The paradox runs local.
1865: Britain fears running out of coal, and the obvious fix is efficiency. Jevons looks at the logic and calls the opposite. This week NVIDIA split a model in two and the same loop started spinning in silicon.
- Britain is afraid of running out of coal. The obvious fix: better engines; burn less; stretch the reserve. William Stanley Jevons looks at the logic and calls the opposite. Efficiency makes energy cheaper; cheaper energy invites use. Better engines won't save the coal; they'll eat it faster. He was right. History filed the receipt.

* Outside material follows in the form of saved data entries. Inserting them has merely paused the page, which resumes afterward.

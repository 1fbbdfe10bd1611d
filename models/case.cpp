#include "models/case.hpp"
#include "models/grid.hpp"
#include "models/inert_keys.hpp"
#include "models/sha256.hpp"

#include <algorithm>
#include <cmath>
#include <numbers>
#include <filesystem>
#include <fstream>
#include <functional>
#include <limits>
#include <map>
#include <set>
#include <sstream>

#include <fmt/format.h>
#include <toml++/toml.h>

#include "models/case_reader.hpp"
#include "models/environment_case.hpp"
#include "models/case_schema.hpp"
#include "models/caution.hpp"
#include "models/tissues.hpp"
#include "models/units.hpp"

namespace thermorph {

const char* shapeName(Shape shape) {
  switch (shape) {
    case Shape::Sphere: return "sphere";
    case Shape::Cylinder: return "cylinder";
    case Shape::Cone: return "cone";
    case Shape::Plate: return "plate";
  }
  return "?";
}

double SegmentSpec::tissueRadius() const {
  double r = 0.0;
  for (const LayerSpec& l : layers) r += l.thickness;
  return r;
}

double footprintSection(const SegmentSpec& child, const SegmentSpec& parent) {
  constexpr double pi = std::numbers::pi;
  if (child.shape == Shape::Sphere) {
    const double a = child.contactRadius.value_or(std::min(child.tissueRadius(), parent.tissueRadius()));
    return pi * a * a;
  }
  const double outer = child.tissueRadius() + (child.coat ? child.coat->thickness : 0.0);
  return child.shape == Shape::Plate ? 2.0 * child.width * outer : pi * outer * outer;
}

double outerLateralArea(const SegmentSpec& s) {
  constexpr double pi = std::numbers::pi;
  const double coat = s.coat ? s.coat->thickness : 0.0;
  switch (s.shape) {
    case Shape::Sphere: return 4.0 * pi * std::pow(s.tissueRadius() + coat, 2);
    case Shape::Plate: return 2.0 * s.width * s.length;
    case Shape::Cylinder: return 2.0 * pi * (s.tissueRadius() + coat) * s.length;
    case Shape::Cone: {
      const double r0 = s.radiusProximal + coat, r1 = s.radiusDistal + coat;
      return pi * (r0 + r1) * std::hypot(s.length, r1 - r0);
    }
  }
  return 0.0;
}

std::vector<double> segmentCopies(const Case& c) {
  std::vector<double> copies(c.segments.size(), 0.0);
  std::function<double(std::size_t, std::size_t)> of = [&](std::size_t g, std::size_t depth) -> double {
    if (copies[g] > 0.0 || depth > c.segments.size()) return copies[g];
    const SegmentSpec& s = c.segments[g];
    double parent = 1.0;
    for (std::size_t p = 0; p < c.segments.size(); ++p)
      if (!s.parent.empty() && c.segments[p].name == s.parent) parent = of(p, depth + 1);
    return copies[g] = (s.parent.empty() ? 1.0 : s.count) * parent;
  };
  for (std::size_t g = 0; g < c.segments.size(); ++g) of(g, 0);
  return copies;
}

std::vector<double> exposedLateralAreas(const Case& c) {
  std::vector<double> area(c.segments.size());
  for (std::size_t g = 0; g < c.segments.size(); ++g) area[g] = outerLateralArea(c.segments[g]);
  for (const SegmentSpec& s : c.segments)
    for (std::size_t p = 0; p < c.segments.size(); ++p)
      if (!s.parent.empty() && c.segments[p].name == s.parent) {
        const double section = footprintSection(s, c.segments[p]);
        area[p] -= s.count * section;
        if (s.shape == Shape::Sphere) area[static_cast<std::size_t>(&s - c.segments.data())] -= section;
      }
  return area;
}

Same loop, spinning up again. This week, in silicon.

They split the model
NVIDIA shipped Nemotron TwoTower yesterday. Two networks, one backbone. The first tower frozen, autoregressive; holds the context, everything already committed. The second a diffusion denoiser; refines whole blocks in parallel, commits multiple tokens per step. 2.42x throughput; 98.7% of baseline quality. And the denoiser trained on ~2.1T tokens; roughly 8% of the 25T that built the backbone. You don't start over; you bolt parallel generation onto what you already own. The weights are open, the paper's on arXiv, and NVIDIA's framing writes its own Jevons epigraph: it turns the economics from a cliff to a ramp.
Three weeks earlier: DiffusionGemma. Google's model, NVIDIA's optimization. 256 tokens denoised per step; up to 4x faster; 1,000 tokens/sec on a single H100, 150 on a DGX Spark sitting on a desk. No cloud. No meter.
Jevons walks back in
The argument against local inference was always efficiency itself. Your GPU idles most of the day; the datacenter's never does; let the cloud amortize the silicon. Every one of these releases weakens that argument. A thousand tokens a second on local hardware; good enough locally arriving years ahead of schedule.
And cheap inference does what cheap energy did. We don't use less; we use absurdly more. Agent loops that run all night because nothing is metered. Drafts discarded a hundred times before anyone sees one. Ideas too expensive at cloud prices become weekend projects at local prices. The efficiency gain doesn't shrink the appetite; it feeds it. Jevons, verbatim.
The pattern, named
Optimize a resource and you expand the demand for it. But note what gets consumed. Coal's loop drained a finite reserve. This loop burns electricity and produces experiments. Every halving of cost-per-token widens the circle of who gets to tinker; labs, then startups, then one person with a gaming card and a stubborn idea. 1865 depleted something. 2026 might democratize something.
The engine got more efficient. Demand is about to do what demand does.
Jevons would recognize every beat; except, maybe, the ending.
Sources
- Tech Times, 07.02.26 — Nemotron TwoTower: 2.42x throughput without retraining
- arXiv 2606.26493 — Nemotron-TwoTower: Diffusion Language Modeling with Pretrained Autoregressive Context
- Hugging Face — nvidia/Nemotron-TwoTower collection (open weights)
- NVIDIA RTX AI Garage, 06.10.26 — DiffusionGemma optimized for RTX / DGX Spark
Benchmark caveat: parallel block denoising trades a few points on strictly sequential tasks; HumanEval 79.27 → 75.58 at the default operating point. Reported transparently in the paper.